◆ What is being asked: The answer required is how many lines of the following entries contain the word "positive", with no other words.

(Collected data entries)
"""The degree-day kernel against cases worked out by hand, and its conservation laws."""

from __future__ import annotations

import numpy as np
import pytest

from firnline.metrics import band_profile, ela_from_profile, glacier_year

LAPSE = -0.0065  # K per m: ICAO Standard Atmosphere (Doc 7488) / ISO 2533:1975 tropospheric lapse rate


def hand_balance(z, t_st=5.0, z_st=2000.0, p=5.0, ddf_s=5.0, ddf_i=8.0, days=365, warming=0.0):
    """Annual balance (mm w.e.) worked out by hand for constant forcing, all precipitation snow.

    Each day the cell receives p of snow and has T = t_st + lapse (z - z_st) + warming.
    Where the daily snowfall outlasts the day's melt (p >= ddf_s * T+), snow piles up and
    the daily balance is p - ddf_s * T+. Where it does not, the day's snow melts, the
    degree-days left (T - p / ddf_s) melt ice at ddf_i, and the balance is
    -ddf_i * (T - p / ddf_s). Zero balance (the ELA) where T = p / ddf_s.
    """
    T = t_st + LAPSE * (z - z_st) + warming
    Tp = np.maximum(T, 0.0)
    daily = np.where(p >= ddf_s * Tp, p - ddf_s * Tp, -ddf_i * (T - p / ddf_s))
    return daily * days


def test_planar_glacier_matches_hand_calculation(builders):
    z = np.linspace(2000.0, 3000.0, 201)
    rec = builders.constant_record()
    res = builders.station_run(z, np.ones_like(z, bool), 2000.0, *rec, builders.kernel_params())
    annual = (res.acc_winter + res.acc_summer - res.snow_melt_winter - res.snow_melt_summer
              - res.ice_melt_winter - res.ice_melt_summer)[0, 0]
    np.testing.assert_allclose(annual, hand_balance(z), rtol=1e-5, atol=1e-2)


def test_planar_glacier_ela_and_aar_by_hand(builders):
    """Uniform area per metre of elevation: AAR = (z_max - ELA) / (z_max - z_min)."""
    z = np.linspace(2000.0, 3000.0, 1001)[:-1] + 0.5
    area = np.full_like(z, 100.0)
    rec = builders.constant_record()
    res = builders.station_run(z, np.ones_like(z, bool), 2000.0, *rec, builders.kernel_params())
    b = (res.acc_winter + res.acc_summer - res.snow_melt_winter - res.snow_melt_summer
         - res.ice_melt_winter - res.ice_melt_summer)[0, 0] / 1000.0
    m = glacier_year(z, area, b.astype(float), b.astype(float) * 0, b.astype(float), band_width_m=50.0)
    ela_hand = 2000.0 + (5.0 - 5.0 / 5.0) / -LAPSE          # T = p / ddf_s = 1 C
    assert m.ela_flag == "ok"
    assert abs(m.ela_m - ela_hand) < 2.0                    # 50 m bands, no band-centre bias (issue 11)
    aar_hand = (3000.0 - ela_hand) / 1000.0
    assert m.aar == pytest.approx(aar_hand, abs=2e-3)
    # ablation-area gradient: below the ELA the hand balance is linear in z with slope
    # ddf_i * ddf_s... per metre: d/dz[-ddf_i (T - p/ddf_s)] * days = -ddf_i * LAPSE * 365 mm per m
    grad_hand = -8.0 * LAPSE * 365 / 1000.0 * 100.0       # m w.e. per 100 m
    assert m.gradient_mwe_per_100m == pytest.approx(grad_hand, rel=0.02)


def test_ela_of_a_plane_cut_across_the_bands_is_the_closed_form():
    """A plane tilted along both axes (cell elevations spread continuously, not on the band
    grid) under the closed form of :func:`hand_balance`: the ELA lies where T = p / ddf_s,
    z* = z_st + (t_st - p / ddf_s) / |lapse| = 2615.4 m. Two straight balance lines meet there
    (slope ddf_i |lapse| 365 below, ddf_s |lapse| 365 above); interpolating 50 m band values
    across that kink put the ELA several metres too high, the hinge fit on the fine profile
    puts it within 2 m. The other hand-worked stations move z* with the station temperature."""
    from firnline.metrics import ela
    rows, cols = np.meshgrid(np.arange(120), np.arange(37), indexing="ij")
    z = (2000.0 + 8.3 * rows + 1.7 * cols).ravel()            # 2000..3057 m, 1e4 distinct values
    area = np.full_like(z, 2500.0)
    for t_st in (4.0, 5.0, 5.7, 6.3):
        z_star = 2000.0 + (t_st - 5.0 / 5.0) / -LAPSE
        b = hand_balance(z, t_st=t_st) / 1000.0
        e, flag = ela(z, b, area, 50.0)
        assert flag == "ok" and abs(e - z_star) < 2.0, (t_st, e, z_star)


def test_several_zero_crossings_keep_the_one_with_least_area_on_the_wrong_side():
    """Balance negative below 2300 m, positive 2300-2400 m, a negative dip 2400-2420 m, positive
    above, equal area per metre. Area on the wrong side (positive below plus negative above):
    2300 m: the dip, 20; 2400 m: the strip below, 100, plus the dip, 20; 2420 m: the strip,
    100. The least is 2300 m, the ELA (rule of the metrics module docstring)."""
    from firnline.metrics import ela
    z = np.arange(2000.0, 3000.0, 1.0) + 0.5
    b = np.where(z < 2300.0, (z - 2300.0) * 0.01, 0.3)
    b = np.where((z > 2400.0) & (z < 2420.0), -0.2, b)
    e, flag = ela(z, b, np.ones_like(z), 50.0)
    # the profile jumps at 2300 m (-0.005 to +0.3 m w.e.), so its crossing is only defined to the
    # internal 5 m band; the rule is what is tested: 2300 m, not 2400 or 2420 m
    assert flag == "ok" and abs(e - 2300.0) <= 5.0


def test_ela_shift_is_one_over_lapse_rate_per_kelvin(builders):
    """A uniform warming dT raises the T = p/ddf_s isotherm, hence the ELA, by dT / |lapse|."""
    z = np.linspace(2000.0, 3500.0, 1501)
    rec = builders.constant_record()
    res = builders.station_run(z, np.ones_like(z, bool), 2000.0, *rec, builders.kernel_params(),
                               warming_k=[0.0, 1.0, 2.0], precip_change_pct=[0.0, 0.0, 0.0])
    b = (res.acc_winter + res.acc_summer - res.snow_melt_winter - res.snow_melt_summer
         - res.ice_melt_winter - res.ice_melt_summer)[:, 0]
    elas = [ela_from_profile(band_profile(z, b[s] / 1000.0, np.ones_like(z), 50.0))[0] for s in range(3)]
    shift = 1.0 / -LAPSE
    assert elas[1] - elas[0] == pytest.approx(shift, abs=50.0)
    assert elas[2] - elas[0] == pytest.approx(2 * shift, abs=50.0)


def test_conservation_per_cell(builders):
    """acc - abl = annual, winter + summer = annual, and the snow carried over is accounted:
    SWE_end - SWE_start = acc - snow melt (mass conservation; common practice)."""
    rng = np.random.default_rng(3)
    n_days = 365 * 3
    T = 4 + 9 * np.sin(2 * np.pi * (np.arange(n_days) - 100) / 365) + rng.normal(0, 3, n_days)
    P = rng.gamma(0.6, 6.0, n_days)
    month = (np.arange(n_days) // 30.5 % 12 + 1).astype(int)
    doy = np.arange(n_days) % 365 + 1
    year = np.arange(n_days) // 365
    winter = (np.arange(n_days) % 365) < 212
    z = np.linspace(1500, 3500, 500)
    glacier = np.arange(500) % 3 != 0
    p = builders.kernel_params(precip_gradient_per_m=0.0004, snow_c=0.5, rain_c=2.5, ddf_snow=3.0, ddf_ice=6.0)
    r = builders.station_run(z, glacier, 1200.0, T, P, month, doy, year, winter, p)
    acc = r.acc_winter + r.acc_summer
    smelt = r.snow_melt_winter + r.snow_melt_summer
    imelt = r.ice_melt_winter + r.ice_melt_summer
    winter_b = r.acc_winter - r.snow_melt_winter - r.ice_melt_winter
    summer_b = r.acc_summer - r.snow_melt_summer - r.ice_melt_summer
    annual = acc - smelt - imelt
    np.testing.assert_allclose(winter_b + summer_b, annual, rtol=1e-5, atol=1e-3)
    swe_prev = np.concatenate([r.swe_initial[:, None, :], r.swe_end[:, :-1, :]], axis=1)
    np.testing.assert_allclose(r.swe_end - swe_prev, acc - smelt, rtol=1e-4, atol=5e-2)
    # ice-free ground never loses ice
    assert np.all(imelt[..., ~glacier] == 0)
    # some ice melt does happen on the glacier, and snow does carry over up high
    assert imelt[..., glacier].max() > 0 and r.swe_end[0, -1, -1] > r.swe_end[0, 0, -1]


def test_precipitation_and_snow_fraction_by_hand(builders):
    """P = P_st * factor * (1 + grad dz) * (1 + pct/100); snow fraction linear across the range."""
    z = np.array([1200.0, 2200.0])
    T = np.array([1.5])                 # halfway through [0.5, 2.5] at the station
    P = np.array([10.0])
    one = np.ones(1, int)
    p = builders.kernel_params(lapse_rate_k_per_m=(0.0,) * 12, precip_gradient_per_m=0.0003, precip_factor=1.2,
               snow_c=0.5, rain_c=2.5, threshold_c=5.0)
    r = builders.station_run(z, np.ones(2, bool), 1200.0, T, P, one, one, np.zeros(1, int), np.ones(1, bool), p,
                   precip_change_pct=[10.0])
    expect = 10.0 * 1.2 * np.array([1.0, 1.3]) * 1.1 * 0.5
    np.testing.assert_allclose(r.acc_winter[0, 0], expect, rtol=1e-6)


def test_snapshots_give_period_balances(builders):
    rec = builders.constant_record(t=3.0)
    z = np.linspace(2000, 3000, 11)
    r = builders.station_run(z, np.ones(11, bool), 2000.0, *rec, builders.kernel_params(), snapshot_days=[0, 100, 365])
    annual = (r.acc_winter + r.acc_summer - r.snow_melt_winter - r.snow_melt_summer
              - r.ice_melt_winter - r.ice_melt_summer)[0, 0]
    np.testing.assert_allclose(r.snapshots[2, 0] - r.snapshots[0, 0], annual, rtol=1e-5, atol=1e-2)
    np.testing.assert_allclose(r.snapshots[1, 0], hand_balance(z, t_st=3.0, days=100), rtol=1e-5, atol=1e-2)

...

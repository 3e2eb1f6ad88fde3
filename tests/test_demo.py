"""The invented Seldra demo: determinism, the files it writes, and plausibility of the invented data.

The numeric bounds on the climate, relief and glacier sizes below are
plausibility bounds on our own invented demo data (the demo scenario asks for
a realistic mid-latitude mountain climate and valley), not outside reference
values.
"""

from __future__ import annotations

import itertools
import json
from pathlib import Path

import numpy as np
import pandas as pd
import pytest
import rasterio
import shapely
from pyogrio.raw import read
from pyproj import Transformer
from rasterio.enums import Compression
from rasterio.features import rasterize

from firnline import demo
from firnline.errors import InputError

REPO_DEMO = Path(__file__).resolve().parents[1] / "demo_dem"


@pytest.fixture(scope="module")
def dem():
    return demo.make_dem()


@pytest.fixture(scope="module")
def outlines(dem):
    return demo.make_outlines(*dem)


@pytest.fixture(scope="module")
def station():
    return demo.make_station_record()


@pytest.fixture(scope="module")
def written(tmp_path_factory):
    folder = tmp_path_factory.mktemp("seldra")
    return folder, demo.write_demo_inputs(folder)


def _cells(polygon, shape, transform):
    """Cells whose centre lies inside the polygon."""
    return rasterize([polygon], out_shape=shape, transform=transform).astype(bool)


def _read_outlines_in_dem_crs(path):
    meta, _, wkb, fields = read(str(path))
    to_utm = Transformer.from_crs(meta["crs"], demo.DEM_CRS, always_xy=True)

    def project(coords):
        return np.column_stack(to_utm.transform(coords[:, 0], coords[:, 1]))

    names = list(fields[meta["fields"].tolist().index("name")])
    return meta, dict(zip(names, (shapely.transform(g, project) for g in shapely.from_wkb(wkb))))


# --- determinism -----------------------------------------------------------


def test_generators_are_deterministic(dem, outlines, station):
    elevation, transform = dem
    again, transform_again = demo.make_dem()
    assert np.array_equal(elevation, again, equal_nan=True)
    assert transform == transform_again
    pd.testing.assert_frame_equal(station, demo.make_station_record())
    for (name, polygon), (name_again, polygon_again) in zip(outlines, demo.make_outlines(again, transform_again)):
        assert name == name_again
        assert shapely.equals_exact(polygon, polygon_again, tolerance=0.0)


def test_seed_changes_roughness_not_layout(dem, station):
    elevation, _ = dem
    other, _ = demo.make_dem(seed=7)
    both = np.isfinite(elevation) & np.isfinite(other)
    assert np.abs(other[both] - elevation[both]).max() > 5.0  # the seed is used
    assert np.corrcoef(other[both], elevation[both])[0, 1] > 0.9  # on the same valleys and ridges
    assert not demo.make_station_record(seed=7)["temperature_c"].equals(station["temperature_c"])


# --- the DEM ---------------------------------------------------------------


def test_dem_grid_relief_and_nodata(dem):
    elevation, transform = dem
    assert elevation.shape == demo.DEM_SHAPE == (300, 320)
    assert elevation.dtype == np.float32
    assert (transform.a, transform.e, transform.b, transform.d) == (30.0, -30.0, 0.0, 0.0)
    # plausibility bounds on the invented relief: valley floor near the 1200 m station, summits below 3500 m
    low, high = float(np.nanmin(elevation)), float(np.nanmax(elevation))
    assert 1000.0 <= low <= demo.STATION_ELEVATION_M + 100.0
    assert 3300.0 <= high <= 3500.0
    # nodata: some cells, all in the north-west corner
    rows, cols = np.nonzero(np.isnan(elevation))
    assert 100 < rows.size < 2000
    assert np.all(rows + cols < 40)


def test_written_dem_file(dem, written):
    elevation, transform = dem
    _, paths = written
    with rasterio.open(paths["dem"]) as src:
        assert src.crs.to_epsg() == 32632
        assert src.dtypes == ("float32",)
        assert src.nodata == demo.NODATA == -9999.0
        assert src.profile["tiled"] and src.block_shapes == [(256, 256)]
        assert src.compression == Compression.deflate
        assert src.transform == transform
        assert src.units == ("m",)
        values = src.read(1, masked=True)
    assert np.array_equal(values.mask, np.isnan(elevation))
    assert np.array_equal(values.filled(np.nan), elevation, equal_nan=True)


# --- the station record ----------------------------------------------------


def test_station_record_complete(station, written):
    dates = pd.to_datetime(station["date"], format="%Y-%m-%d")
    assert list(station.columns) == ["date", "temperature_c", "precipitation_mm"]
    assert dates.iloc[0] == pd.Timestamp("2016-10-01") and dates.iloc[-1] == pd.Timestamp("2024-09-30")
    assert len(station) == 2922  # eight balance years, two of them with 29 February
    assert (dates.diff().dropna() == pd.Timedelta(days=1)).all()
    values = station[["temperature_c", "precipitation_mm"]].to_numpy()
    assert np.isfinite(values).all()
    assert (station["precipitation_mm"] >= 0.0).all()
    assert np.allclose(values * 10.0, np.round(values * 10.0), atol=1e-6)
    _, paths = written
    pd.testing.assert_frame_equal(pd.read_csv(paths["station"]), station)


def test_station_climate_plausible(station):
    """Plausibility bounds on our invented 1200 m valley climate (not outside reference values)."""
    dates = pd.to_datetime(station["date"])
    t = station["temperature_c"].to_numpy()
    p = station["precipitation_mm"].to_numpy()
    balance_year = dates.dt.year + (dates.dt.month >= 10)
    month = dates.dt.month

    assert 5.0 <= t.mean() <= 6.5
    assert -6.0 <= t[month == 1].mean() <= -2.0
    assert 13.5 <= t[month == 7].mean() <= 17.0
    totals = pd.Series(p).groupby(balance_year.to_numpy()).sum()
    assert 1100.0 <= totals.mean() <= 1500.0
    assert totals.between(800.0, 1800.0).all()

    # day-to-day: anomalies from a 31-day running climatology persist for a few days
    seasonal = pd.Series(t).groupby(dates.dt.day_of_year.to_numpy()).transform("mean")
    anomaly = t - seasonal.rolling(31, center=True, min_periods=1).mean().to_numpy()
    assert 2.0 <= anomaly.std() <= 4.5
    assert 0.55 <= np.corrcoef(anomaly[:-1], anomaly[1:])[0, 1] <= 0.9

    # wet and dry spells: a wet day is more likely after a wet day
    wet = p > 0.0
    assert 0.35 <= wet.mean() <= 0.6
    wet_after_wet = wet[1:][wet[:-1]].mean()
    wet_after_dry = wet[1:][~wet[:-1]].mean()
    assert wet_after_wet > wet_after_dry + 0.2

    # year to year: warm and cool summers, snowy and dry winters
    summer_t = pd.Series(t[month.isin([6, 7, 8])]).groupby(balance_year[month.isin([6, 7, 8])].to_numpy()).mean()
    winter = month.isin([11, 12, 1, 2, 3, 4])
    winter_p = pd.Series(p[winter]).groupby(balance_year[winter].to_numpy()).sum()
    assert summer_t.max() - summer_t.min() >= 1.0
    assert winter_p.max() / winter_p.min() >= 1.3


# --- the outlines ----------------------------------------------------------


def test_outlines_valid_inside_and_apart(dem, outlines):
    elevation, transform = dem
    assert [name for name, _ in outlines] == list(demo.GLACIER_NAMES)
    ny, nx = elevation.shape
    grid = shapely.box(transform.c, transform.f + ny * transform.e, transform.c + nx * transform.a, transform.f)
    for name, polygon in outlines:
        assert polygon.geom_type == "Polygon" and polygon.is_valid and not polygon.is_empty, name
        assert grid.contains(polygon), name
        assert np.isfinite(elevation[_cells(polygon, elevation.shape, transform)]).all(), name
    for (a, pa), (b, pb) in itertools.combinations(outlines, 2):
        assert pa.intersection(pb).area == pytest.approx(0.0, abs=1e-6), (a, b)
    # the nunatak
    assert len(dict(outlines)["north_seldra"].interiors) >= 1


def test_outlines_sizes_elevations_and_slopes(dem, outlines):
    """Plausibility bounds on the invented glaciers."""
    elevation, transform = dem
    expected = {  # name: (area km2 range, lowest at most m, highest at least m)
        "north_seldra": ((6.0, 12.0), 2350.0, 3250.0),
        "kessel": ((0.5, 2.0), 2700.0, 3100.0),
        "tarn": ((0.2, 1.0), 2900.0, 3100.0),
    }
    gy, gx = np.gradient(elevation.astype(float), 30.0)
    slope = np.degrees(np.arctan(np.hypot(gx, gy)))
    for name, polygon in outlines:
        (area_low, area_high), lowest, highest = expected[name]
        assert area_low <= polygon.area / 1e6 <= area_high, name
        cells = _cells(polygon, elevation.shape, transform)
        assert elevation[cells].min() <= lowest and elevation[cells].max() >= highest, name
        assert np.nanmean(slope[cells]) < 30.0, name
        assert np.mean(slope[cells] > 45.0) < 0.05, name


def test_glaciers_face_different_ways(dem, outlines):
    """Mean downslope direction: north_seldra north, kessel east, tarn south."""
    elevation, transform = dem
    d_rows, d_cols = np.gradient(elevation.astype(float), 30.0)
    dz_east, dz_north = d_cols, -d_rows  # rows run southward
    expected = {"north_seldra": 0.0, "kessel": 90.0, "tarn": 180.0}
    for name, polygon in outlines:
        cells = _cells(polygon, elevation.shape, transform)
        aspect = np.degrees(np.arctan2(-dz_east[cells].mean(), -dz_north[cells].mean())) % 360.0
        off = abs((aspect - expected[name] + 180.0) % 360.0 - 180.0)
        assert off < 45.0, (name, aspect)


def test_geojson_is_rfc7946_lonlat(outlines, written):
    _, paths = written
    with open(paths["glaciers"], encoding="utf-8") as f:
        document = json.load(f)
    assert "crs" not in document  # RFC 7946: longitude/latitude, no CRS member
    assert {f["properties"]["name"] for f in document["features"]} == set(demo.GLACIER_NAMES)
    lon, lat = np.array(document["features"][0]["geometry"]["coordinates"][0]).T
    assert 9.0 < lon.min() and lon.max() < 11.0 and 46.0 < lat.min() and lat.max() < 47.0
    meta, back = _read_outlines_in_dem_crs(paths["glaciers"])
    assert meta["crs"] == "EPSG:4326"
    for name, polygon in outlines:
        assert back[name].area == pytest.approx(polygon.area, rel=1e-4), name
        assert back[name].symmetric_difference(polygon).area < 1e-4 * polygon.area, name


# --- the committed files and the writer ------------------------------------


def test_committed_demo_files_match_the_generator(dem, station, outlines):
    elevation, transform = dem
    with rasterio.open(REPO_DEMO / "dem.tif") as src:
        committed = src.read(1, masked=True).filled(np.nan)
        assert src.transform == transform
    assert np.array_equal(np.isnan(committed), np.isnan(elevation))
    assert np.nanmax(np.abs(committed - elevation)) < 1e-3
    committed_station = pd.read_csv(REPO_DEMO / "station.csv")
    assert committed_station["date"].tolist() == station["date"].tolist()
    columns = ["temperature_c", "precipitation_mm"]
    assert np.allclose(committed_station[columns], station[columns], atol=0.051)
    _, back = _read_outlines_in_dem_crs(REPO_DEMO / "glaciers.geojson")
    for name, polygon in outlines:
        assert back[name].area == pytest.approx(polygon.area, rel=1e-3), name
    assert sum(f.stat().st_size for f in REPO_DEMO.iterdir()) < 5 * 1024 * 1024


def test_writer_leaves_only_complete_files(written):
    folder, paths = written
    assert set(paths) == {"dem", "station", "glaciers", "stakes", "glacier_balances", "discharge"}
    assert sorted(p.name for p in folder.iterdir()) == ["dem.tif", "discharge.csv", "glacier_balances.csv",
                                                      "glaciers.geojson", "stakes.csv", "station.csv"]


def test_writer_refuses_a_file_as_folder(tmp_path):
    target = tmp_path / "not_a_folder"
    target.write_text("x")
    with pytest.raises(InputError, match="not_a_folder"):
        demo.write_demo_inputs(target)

---

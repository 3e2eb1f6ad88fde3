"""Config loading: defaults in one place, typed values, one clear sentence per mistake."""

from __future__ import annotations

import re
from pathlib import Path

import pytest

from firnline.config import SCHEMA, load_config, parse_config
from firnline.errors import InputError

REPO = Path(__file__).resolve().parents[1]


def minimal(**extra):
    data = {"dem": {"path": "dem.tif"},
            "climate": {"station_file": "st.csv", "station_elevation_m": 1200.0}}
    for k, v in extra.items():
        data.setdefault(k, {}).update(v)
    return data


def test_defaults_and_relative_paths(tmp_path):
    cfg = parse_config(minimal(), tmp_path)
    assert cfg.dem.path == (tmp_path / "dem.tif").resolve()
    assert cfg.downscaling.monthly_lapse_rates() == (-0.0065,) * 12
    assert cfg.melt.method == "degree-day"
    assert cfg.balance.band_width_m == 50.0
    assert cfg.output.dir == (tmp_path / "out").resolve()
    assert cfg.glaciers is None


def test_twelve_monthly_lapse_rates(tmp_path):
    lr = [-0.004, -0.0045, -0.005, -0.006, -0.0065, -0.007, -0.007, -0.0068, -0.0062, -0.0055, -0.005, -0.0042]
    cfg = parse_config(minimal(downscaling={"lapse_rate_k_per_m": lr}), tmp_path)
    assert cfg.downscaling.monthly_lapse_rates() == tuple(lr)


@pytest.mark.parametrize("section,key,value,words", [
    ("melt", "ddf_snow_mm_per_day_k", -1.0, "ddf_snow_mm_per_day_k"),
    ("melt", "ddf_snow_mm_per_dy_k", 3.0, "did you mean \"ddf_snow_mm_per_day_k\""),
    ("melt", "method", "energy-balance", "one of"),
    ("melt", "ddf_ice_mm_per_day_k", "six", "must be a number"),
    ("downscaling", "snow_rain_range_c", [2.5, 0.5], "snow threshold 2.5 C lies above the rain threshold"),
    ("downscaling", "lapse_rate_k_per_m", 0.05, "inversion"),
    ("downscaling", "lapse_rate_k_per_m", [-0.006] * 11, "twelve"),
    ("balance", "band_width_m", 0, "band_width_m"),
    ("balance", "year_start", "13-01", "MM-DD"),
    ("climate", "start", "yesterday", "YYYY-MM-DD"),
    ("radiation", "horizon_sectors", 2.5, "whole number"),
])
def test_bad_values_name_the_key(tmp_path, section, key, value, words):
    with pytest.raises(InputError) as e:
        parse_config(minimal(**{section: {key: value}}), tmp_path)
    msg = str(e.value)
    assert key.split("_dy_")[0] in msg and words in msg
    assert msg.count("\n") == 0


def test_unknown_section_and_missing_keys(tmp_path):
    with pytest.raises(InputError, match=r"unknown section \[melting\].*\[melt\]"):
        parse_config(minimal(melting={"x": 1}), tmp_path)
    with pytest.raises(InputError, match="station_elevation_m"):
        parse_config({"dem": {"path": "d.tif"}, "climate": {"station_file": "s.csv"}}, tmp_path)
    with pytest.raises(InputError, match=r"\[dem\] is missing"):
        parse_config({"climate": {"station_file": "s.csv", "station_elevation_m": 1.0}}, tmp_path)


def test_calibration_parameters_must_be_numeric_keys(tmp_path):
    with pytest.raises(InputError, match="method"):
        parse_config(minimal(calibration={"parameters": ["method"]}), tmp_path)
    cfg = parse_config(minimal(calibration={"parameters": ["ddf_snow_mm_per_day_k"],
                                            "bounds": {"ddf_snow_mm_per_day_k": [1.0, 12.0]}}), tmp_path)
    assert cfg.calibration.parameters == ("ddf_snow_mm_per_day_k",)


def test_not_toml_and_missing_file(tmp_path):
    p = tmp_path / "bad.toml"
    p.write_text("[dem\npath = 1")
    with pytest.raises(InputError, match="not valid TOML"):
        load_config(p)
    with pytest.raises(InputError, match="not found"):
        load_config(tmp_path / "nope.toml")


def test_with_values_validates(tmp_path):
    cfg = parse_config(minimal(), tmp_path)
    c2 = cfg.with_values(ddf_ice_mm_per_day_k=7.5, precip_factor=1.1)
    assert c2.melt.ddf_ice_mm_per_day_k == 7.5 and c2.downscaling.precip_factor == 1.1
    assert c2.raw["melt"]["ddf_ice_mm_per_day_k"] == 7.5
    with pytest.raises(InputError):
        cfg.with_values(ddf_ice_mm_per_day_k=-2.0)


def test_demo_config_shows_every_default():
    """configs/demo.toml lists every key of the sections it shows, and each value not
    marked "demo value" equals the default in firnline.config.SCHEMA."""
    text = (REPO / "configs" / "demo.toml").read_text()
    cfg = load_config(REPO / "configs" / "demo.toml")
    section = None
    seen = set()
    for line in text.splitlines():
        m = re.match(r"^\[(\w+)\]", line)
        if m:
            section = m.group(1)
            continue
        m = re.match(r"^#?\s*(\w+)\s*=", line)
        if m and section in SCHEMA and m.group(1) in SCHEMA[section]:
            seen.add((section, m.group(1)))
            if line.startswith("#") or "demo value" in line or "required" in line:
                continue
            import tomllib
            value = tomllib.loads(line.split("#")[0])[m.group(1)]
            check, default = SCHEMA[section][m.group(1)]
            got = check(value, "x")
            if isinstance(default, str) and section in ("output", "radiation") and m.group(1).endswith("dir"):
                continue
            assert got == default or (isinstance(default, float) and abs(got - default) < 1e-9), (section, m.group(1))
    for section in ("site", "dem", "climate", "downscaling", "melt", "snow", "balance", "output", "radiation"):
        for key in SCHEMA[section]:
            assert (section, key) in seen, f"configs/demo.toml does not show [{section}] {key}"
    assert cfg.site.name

◆ Result of this exercise: 2